Records from a dataset:
════════════════════

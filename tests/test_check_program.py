"""``relaybench check PROGRAM``: halts planted anywhere, operators and irregular clocks.

Each program below is built to fail one way (an address written as a number,
code that reads its own words, a table that a moved halt pushes across a
page, a loop that reads the toggles, a read of the input-ready port), and the
check must name the statement and the cause; programs written only with
names must pass every part, on ref8 and on acc12.
"""

from __future__ import annotations

import json
from pathlib import Path

import pytest

from emu import Emulator, load_machine
from emu.checks import check_program_timing, report_json, report_lines

from cli_support import ACC12, cli

REF8 = load_machine("ref8")
ACC12_MACHINE = load_machine(ACC12)

HARD_JUMP = """\
; the jump table holds the address of done as a number
start:  ld r7, [table]
        ld r6, [table + 1]
        li r0, 3
        jmp x
        li r0, 9
done:   out 1, r0
        halt
table:  .byte 0x0B, 0x00
"""
"""ld and ld are three words, li two, jmp x one, li two: done is at 0x0B as written."""

OWN_WORDS = """\
start:  li x, start
        ld r0, [x]
        st [copy], r0
        halt
copy:   .byte 0
"""

PAGE_TABLE = """\
        li x, table
        ld r0, [x]
        inc r7
        ld r1, [x]
        inc r7
        ld r2, [x]
        halt
        .zero 0xFD - 9
table:  .byte 1, 2, 3
"""
"""Nine words of code, then the table at 0xFD…0xFF; the pointer steps by its low byte."""

TOGGLE_LOOP = """\
        li r2, 3
        li r1, 0
again:  in r0, 0
        add r1, r0
        dec r2
        jnz again
        st [sum], r1
        halt
sum:    .byte 0
"""

NAMES_ONLY = """\
; a pause after each of three rounds; the totals by name only
        li sp, 0x0100
        li r0, 0
        li r2, 3
round:  li r1, 4
step:   add r0, r2
        dec r1
        jnz step
        st [tally], r0
        out 1, r0
        pause
        .expect lamps == 12
        dec r2
        jnz round
        li r4, '#'
        out 0, r4
        halt
        .expect r0 == 24, [tally] == 24
tally:  .byte 0
"""
"""4 × (3 + 2 + 1) = 24: the lamps show 12 at the first pause, 20 and 24 later."""

ACC12_ADDRESS_AS_NUMBER = """\
start:  load 4        ; total, written as its address
        put 1
        stop
        .byte 0
total:  .byte 9
"""

ACC12_BALES = """\
; bales on the cart: rows of 4, three rows, a pause after each row
        set 3
        store rows
row:    load cart
        plus four
        store cart
        put 1
        load rows
        minus one
        store rows
        stop
        gozero full
        go row
full:   load cart
        put 0
        stop
        .expect lamps == 12
four:   .word 4
one:    .word 1
rows:   .word 0
cart:   .word 0
"""
"""3 rows × 4 bales: the lamps show 4, 8 and 12."""

ACC12_READY = """\
        get 2         ; input ready?
        put 1
        stop
"""


def checked(tmp_path, text: str, machine=REF8, name: str = "prog.asm", **options):
    path = tmp_path / name
    path.write_text(text)
    options.setdefault("examples", 3)
    options.setdefault("workers", 1)
    return check_program_timing(str(path), machine, **options)


def changed_lines(check) -> dict[int, object]:
    return {p.line: p for p in check.unsafe_placements}


def test_a_jump_table_with_a_written_address_is_named_with_its_statement(tmp_path):
    check = checked(tmp_path, HARD_JUMP)
    rows = changed_lines(check)
    # In front of the statements up to the jump, done moves and the table does not follow;
    # in front of done the label names the halt itself, and after it nothing moves that is used.
    assert sorted(rows) == [2, 3, 4, 5, 6]
    assert rows[5].statement == "jmp x"
    # x now points into the moved code: the run goes astray to the cycle limit
    assert rows[5].changed == "the run ended at a halt as written, at the cycle limit with the halt planted"
    assert rows[5].cause == (f"{tmp_path}/prog.asm:9: `.byte 0x0B, 0x00` holds the address of done as the number "
                             f"0xb, which moved to 0xc: a table of addresses written as numbers")
    assert not check.passed


def test_code_that_reads_its_own_words_is_named(tmp_path):
    check = checked(tmp_path, OWN_WORDS)
    rows = changed_lines(check)
    assert sorted(rows) == [1]
    # li x, start is opcode 0x06 as written; with the halt planted, start names the halt (0x01)
    assert rows[1].changed == "register r0 is 0x6 as written, 0x1 with the halt planted"
    assert rows[1].cause == (f"{tmp_path}/prog.asm:1: `li x, start` takes the address of code (start) as data: "
                             f"code that reads its own words reads the planted halt too")


def test_a_table_pushed_across_a_page_is_named(tmp_path):
    check = checked(tmp_path, PAGE_TABLE)
    rows = changed_lines(check)
    assert sorted(rows) == [1, 2, 3, 4, 5, 6, 7]
    # the third read wraps to 0x0000 + ... : it reads code, not the table's 3
    assert rows[4].changed.startswith("register r2 is 0x3 as written, 0x6 with the halt planted")
    assert rows[4].cause.startswith(f"{tmp_path}/prog.asm:9: the table table (3 words) now crosses a page "
                                    f"boundary at 0x100 (it starts at 0xfe, was 0xfd)")


def test_a_program_that_uses_names_only_passes_every_part(tmp_path):
    check = checked(tmp_path, NAMES_ONLY)
    assert check.status == "halted" and check.passed
    assert check.statements == len(check.placements) == 15
    assert check.scripts == 3 and not check.interleavings
    assert check.panel_reads == []
    # each placement only adds the halt's two cycles per pass: 1 pass outside the loops,
    # 3 rounds × 4 steps = 12 passes inside the inner loop, which is where it delays most
    extra = {p.line: p.extra_cycles for p in check.placements}
    assert (extra[2], extra[5], extra[6]) == (2, 6, 24)
    assert (f"the longest delay: in front of {tmp_path}/prog.asm:6 (add r0, r2) the halt adds 24 cycles ≈ 4.8 s "
            f"to the run") in "\n".join(report_lines(check))
    assert report_json(check)["halt_placement"]["longest_delay"]["line"] == 6


def test_a_loop_reading_the_toggles_is_reported_with_its_instruction(tmp_path):
    check = checked(tmp_path, TOGGLE_LOOP)
    [read] = check.timing_dependent
    assert (read.place[1], read.statement, read.device, read.reads) == (3, "in r0, 0", "switches", 3)
    assert not check.passed
    text = "\n".join(report_lines(check))
    assert f"{tmp_path}/prog.asm:3: in r0, 0  (3 reads)" in text
    assert "reads the panel toggles up to 3 times between two halts" in text


def test_toggles_read_once_after_each_halt_are_the_panels_protocol(tmp_path):
    """crane.asm asks two questions at pauses and reads the toggles once after each."""
    check = check_program_timing("programs/ref8/crane.asm", REF8, examples=2, sample=6, workers=1)
    assert [(r.place[1], r.reads, r.depends_on_timing) for r in check.panel_reads] == [(27, 1, False),
                                                                                       (33, 1, False)]
    assert check.passed


def test_an_acc12_address_written_as_a_number_is_named(tmp_path):
    check = checked(tmp_path, ACC12_ADDRESS_AS_NUMBER, ACC12_MACHINE)
    rows = changed_lines(check)
    assert sorted(rows) == [1, 2, 3]
    assert rows[2].changed == "register acc is 0x9 as written, 0x0 with the halt planted"
    assert rows[2].cause == (f"{tmp_path}/prog.asm:1: `load 4` holds the address of total as the number 0x4, "
                             f"which moved to 0x5: an address written as a number")


def test_an_acc12_program_with_names_only_passes_on_operators_and_clocks(tmp_path):
    check = checked(tmp_path, ACC12_BALES, ACC12_MACHINE, examples=4)
    assert check.passed, report_lines(check)
    clock = check.clock
    assert clock.clocks == 4 and clock.differing == ()
    assert clock.fastest_seconds < clock.slowest_seconds and clock.spread > 0
    assert clock.fastest_seconds < check.seconds * 1.2 and clock.slowest_seconds > check.seconds * 0.8


def test_an_acc12_read_of_input_ready_is_timing_dependent(tmp_path):
    check = checked(tmp_path, ACC12_READY, ACC12_MACHINE)
    [read] = check.timing_dependent
    assert (read.place[1], read.statement, read.device) == (1, "get 2", "input_ready")


def test_an_operator_script_that_changes_the_result_is_reported_with_its_actions(tmp_path, monkeypatch):
    """A STEP that spoils r3 (a broken stepping path) must show up as an interleaving."""
    real_step = Emulator.press_step

    def spoiling_step(self):
        self.set("r3", 0x5A)
        return real_step(self)

    monkeypatch.setattr(Emulator, "press_step", spoiling_step)
    check = checked(tmp_path, NAMES_ONLY, examples=6)
    assert check.interleavings
    failure = check.interleavings[0]
    assert failure.difference == ("register r3", 0, 0x5A)
    assert any("STEP ×" in action and "×0" not in action for action in failure.actions)


def test_a_machine_without_timing_skips_the_clock_part(tmp_path):
    nib4 = load_machine("tests/machines/nib4.toml")
    program = tmp_path / "p.asm"
    pause = nib4.instructions[[i.drives_halt for i in nib4.instructions].index(True)].mnemonic
    program.write_text(f"        {pause}\n")
    check = check_program_timing(str(program), nib4, examples=2, workers=1)
    assert check.clock.skipped == "nib4 has no [timing] section, so no clock can be built from parts"


def test_two_workers_find_what_one_finds(tmp_path):
    one = checked(tmp_path, HARD_JUMP, workers=1)
    two = checked(tmp_path, HARD_JUMP, workers=2)
    assert two.placements == one.placements


def test_a_machine_made_from_text_is_checked_in_this_process(tmp_path):
    """Worker processes load the machine from its file; one made from text has none."""
    from emu import machine_from_text
    machine = machine_from_text(Path(ACC12).read_text(encoding="utf-8"))
    check = checked(tmp_path, ACC12_ADDRESS_AS_NUMBER, machine, workers=2)
    assert sorted(changed_lines(check)) == [1, 2, 3]


def test_the_command_exits_0_on_a_pass_and_1_on_a_failure_with_json(tmp_path, capsys):
    good, bad = tmp_path / "good.asm", tmp_path / "bad.asm"
    good.write_text(NAMES_ONLY)
    bad.write_text(OWN_WORDS)
    code, out, _err = cli(capsys, "check", str(good), "--examples", "2", "--json")
    assert code == 0
    facts = json.loads(out)
    assert (facts["passed"], facts["halt_placement"]["checked"], facts["operator"]["scripts"]) == (True, 15, 2)
    code, out, _err = cli(capsys, "check", str(bad), "--examples", "2", "--json")
    assert code == 1
    [row] = json.loads(out)["halt_placement"]["changed"]
    assert (row["line"], row["statement"]) == (1, "li x, start")


def test_the_table_shows_each_part_and_the_verdict(tmp_path, capsys):
    program = tmp_path / "own.asm"
    program.write_text(OWN_WORDS)
    code, out, _err = cli(capsys, "check", str(program), "--examples", "2")
    lines = out.splitlines()
    assert code == 1
    assert lines[0] == f"check {program} on ref8  (free run: 11 cycles ≈ 2.2 s, ended at a halt)"
    assert lines[-1] == f"FAIL  {program}"
    assert lines[2] == "  operator          pass  2 scripts of STOP, STEP, RUN and RESUME: the free run's result every time"
    assert lines[3] == "  halt placement    FAIL  4 statements: a halt changes the result in front of 1:"
    assert lines[4].split() == [f"{program}:1", "li", "x,", "start"]


def test_a_sample_plants_that_many_halts_drawn_from_the_seed(tmp_path, capsys):
    program = tmp_path / "p.asm"
    program.write_text(NAMES_ONLY)
    facts = json.loads(cli(capsys, "check", str(program), "--examples", "1", "--sample", "4", "--json")[1])
    assert (facts["halt_placement"]["checked"], facts["halt_placement"]["statements"]) == (4, 15)
    assert "a sample" in "\n".join(report_lines(checked(tmp_path, NAMES_ONLY, sample=4)))


def test_a_program_that_does_not_assemble_is_a_located_error(tmp_path, capsys):
    program = tmp_path / "broken.asm"
    program.write_text("        li r0, 1\n        frobnicate r1\n        halt\n")
    code, out, err = cli(capsys, "check", str(program))
    assert (code, out) == (1, "")
    assert err.startswith(f"{program}:2:9: error:")
    assert "frobnicate r1" in err and "Traceback" not in err


@pytest.mark.parametrize("option, value", [("--examples", "0"), ("--sample", "-1"), ("--seed", "many")])
def test_bad_options_are_usage_errors(tmp_path, capsys, option, value):
    program = tmp_path / "p.asm"
    program.write_text(NAMES_ONLY)
    code, _out, err = cli(capsys, "check", str(program), option, value)
    assert code == 2 and "usage: relaybench check" in err and option in err


def test_the_json_report_is_plain_json_values(tmp_path):
    check = checked(tmp_path, HARD_JUMP)
    facts = report_json(check)
    assert json.loads(json.dumps(facts)) == facts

════════════════════

Beginning with the first line above, could you copy every line exactly, up to and including the one with "from emu.checks import"?

filename tests/test_check_program.py
"""``relaybench check PROGRAM``: halts planted anywhere, operators and irregular clocks.

Each program below is built to fail one way (an address written as a number,
code that reads its own words, a table that a moved halt pushes across a
page, a loop that reads the toggles, a read of the input-ready port), and the
check must name the statement and the cause; programs written only with
names must pass every part, on ref8 and on acc12.
"""

from __future__ import annotations

import json
from pathlib import Path

import pytest

from emu import Emulator, load_machine
from emu.checks import check_program_timing, report_json, report_lines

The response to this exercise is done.